Wasn't quite as dramatic here

Had to double check to make sure I wasn't crazy, but I guess your mileage may vary. I also moved jacobi, not because it's time critical, but because it can be simplified a lot with bitwise operators, which can't be used in Janet for values that exceed int32 range. And I think by doing so, it should be possible to allow the primality functions to work with inttypes without a dramatic decrease in performance.

EDIT: Actually, I've removed the bpsw test entirely, and just use a deterministic rabin-miller, so jacobi is no longer required (fork). Although bpsw is a bit faster, the lucas test caused overflows at the bit limits due to additions. I also suspect that rabin-miller could be made faster with better base selection.

Updated gist. As it is now, number types are valid all the way to 2^53, and int types are valid to 2^63. Getting pretty close to PR ready, I think

sogaiu commented 1 year ago

For comparison purposes, here are the times I got with the latest:

$ JANET_PATH=$(pwd)/jpm_tree/lib janet primes-2023-07-22.janet 
Elapsed time: 0.157s, 15.69µs/body
Elapsed time: 0.061s, 94.41µs/body
Elapsed time: 0.113s, 176.2µs/body
Elapsed time: 0.056s, 270.9µs/body
Elapsed time: 0.052s, 255.5µs/body

I'll leave some links here for future readers (including a future me):

primo-ppcg commented 1 year ago

Elapsed time: 0.061s, 94.41µs/body

That 94.41 is the same test as the 217.7 you reported earlier, strangely. I also found that the RM base selection was using an improper comparator. I've updated the gist, so the last 3 checks should be a lot faster now.

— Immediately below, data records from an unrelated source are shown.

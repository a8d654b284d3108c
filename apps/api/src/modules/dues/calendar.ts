import type { DuesStatus, FiscalYearDto, Proration } from '@app/shared';

/** The club's dues calendar (a club setting the treasurer can change). */
export interface DuesCalendar {
  /** 1–12: the month the fiscal year starts in. */
  fiscalYearStartMonth: number;
  /** 1–28: the day of that month it starts on (1 when unset); never past the 28th, so every year has it. */
  fiscalYearStartDay?: number;
  /** Days before the paid-through date ends that renewal opens and the member is shown as due. */
  renewalWindowDays: number;
  /** Days after the due date that an unpaid membership counts as lapsed. */
  lapseAfterDays: number;
}

/** Calendar dates are YYYY-MM-DD strings, computed in UTC so no time zone shifts a day. */
const DAY_MS = 86_400_000;
const toMs = (d: string) => Date.parse(`${d}T00:00:00Z`);
const fromMs = (ms: number) => new Date(ms).toISOString().slice(0, 10);

/** The calendar date (UTC) of an instant. */
export const toIsoDate = (at: Date): string => at.toISOString().slice(0, 10);

/** `date` moved by `days` (negative goes back). */
export const addDays = (date: string, days: number): string => fromMs(toMs(date) + days * DAY_MS);

/** Whole days from `a` to `b` (positive when b is later). */
export const daysBetween = (a: string, b: string): number =>
  Math.round((toMs(b) - toMs(a)) / DAY_MS);

const pad = (n: number) => String(n).padStart(2, '0');

/** The fiscal year that starts in `startYear`: from the start month/day to the day before it a year later. */
export function fiscalYearStarting(startYear: number, cal: DuesCalendar): FiscalYearDto {
  const m = cal.fiscalYearStartMonth;
  const d = cal.fiscalYearStartDay ?? 1;
  const start = `${startYear}-${pad(m)}-${pad(d)}`;
  const nextStart = `${startYear + 1}-${pad(m)}-${pad(d)}`;
  const label =
    m === 1 && d === 1 ? String(startYear) : `${startYear}–${String(startYear + 1).slice(2)}`;
  return { start, end: addDays(nextStart, -1), label };
}

/** The fiscal year holding `date`. */
export function fiscalYearOf(date: string, cal: DuesCalendar): FiscalYearDto {
  const year = Number(date.slice(0, 4));
  const monthDay = Number(date.slice(5, 7)) * 100 + Number(date.slice(8, 10));
  const startMonthDay = cal.fiscalYearStartMonth * 100 + (cal.fiscalYearStartDay ?? 1);
  return fiscalYearStarting(monthDay >= startMonthDay ? year : year - 1, cal);
}

/** The first day the dues no longer cover: the day after paid-through, or the joining day if never paid. */
export const dueDateOf = (paidThrough: string | null, joinedOn: string): string =>
  paidThrough ? addDays(paidThrough, 1) : joinedOn;

/**
 * Status on `today`, with D the due date (see dueDateOf):
 * current before D − renewal window; due from then until D + grace; overdue until D + lapseAfterDays; then lapsed.
 * The grace period and lapse limit are the club's rules (common practice: 30 and 90 days).
 */
export function duesStatus(
  m: { paidThrough: string | null; joinedOn: string },
  graceDays: number,
  today: string,
  cal: DuesCalendar,
): DuesStatus {
  const due = dueDateOf(m.paidThrough, m.joinedOn);
  const offset = daysBetween(due, today);
  if (offset < -cal.renewalWindowDays) return 'current';
  if (offset < graceDays) return 'due';
  if (offset < Math.max(graceDays, cal.lapseAfterDays)) return 'overdue';
  return 'lapsed';
}

/** Paid up on `at`: a paid-through date, and `at` no later than paid-through plus the grace period. */
export function paidUpOn(paidThrough: string | null, graceDays: number, at: string): boolean {
  if (!paidThrough) return false;
  return daysBetween(addDays(paidThrough, graceDays), at) <= 0;
}

/** The provider's smallest charge, 0.50 in the main currencies (from memory); a prorated amount never goes below it. */
export const MIN_CHARGE_MINOR = 50;

/**
 * The part of an annual amount due for cover from `from` to the end of fiscal year `fy`, by `rule`:
 * none → full; monthly → remaining fiscal months incl. the one holding `from` / 12; quarterly → remaining quarters incl.
 * the current one / 4; daily → remaining days incl. `from` / days in the year. Rounded half up to a minor unit.
 */
export function prorate(
  amountMinor: number,
  rule: Proration,
  from: string,
  fy: FiscalYearDto,
): number {
  if (daysBetween(fy.start, from) <= 0 || rule === 'none') return amountMinor;
  const fyStartYear = Number(fy.start.slice(0, 4));
  const fyStartMonth = Number(fy.start.slice(5, 7));
  // Fiscal months run from the start day to the day before it next month (1 April–30 April, or 15 April–14 May).
  const monthIndex =
    (Number(from.slice(0, 4)) - fyStartYear) * 12 +
    Number(from.slice(5, 7)) -
    fyStartMonth -
    (Number(from.slice(8, 10)) < Number(fy.start.slice(8, 10)) ? 1 : 0);
  let share: number;
  if (rule === 'monthly') share = (12 - monthIndex) / 12;
  else if (rule === 'quarterly') share = (4 - Math.floor(monthIndex / 3)) / 4;
  else share = (daysBetween(from, fy.end) + 1) / (daysBetween(fy.start, fy.end) + 1);
  const amount = Math.round(amountMinor * share);
  return Math.min(amountMinor, Math.max(MIN_CHARGE_MINOR, amount));
}

export interface QuotePlan {
  amountMinor: number;
  proration: Proration;
  lateFeeMinor: number;
  graceDays: number;
}

export interface QuoteResult {
  coversFrom: string;
  coversTo: string;
  duesMinor: number;
  lateFeeMinor: number;
  kind: 'join' | 'renewal' | 'catch-up' | 'rejoin';
}

/**
 * What a member owes on `today`, or null when nothing is owed yet. Cover always ends on a fiscal year end.
 * join: never paid, from the joining day (or the year start) to the year end, prorated by the plan's rule ·
 * renewal: paid through the current year and inside the renewal window → the next full year ·
 * catch-up: paid through last year (or part of this one) → the rest of this year ·
 * rejoin: more than a year behind → this full year (older arrears are not charged; a club rule).
 * A late fee is added when a member who has paid before is overdue or lapsed.
 */
export function quoteFor(
  m: { paidThrough: string | null; joinedOn: string },
  plan: QuotePlan,
  today: string,
  cal: DuesCalendar,
): QuoteResult | null {
  const fy = fiscalYearOf(today, cal);
  const status = duesStatus(m, plan.graceDays, today, cal);
  const lateFee =
    m.paidThrough && (status === 'overdue' || status === 'lapsed') ? plan.lateFeeMinor : 0;
  if (!m.paidThrough) {
    const from = daysBetween(fy.start, m.joinedOn) > 0 ? m.joinedOn : fy.start;
    return {
      coversFrom: from,
      coversTo: fy.end,
      duesMinor: prorate(plan.amountMinor, plan.proration, from, fy),
      lateFeeMinor: 0,
      kind: 'join',
    };
  }
  if (daysBetween(fy.end, m.paidThrough) >= 0) {
    if (status === 'current') return null;
    const next = fiscalYearOf(addDays(m.paidThrough, 1), cal);
    return {
      coversFrom: next.start,
      coversTo: next.end,
      duesMinor: plan.amountMinor,
      lateFeeMinor: 0,
      kind: 'renewal',
    };
  }
  const from = addDays(m.paidThrough, 1);
  if (daysBetween(fy.start, from) >= 0) {
    return {
      coversFrom: from,
      coversTo: fy.end,
      duesMinor: prorate(plan.amountMinor, plan.proration, from, fy),
      lateFeeMinor: lateFee,
      kind: 'catch-up',
    };
  }
  return {
    coversFrom: fy.start,
    coversTo: fy.end,
    duesMinor: plan.amountMinor,
    lateFeeMinor: lateFee,
    kind: 'rejoin',
  };
}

EDIT: Actually, just always using these bases:

[2 325 9375 28178 450775 9780504 1795265022]

is faster than selecting the bounds from small primes. I'm probably going to spend the next few days crunching the bounds on these.

sogaiu commented 1 year ago

That 94.41 is the same test as the 217.7 you reported earlier, strangely. I also found that the RM base selection was using an improper comparator. I've updated the gist, so the last 3 checks should be a lot faster now.

It's possible there was some pilot error here (^^;

I've fetched the updated gist (revision 12), freshly cloned your spork fork, checked out the modular-arithmetic branch, locally built, locally installed, and executed the gist:

$ JANET_PATH=$(pwd)/jpm_tree/lib janet primes-2023-07-22-later.janet 
Elapsed time: 0.181s, 18.09µs/body
Elapsed time: 0.073s, 114.2µs/body
Elapsed time: 0.083s, 129.6µs/body
Elapsed time: 0.042s, 203.5µs/body
Elapsed time: 0.041s, 198.1µs/body

...and it does look like the last 3 are faster.

primo-ppcg commented 1 year ago

@sogaiu I think you can close this one now :wink:

sogaiu commented 1 year ago

@primo-ppcg Thanks a lot for your work on this!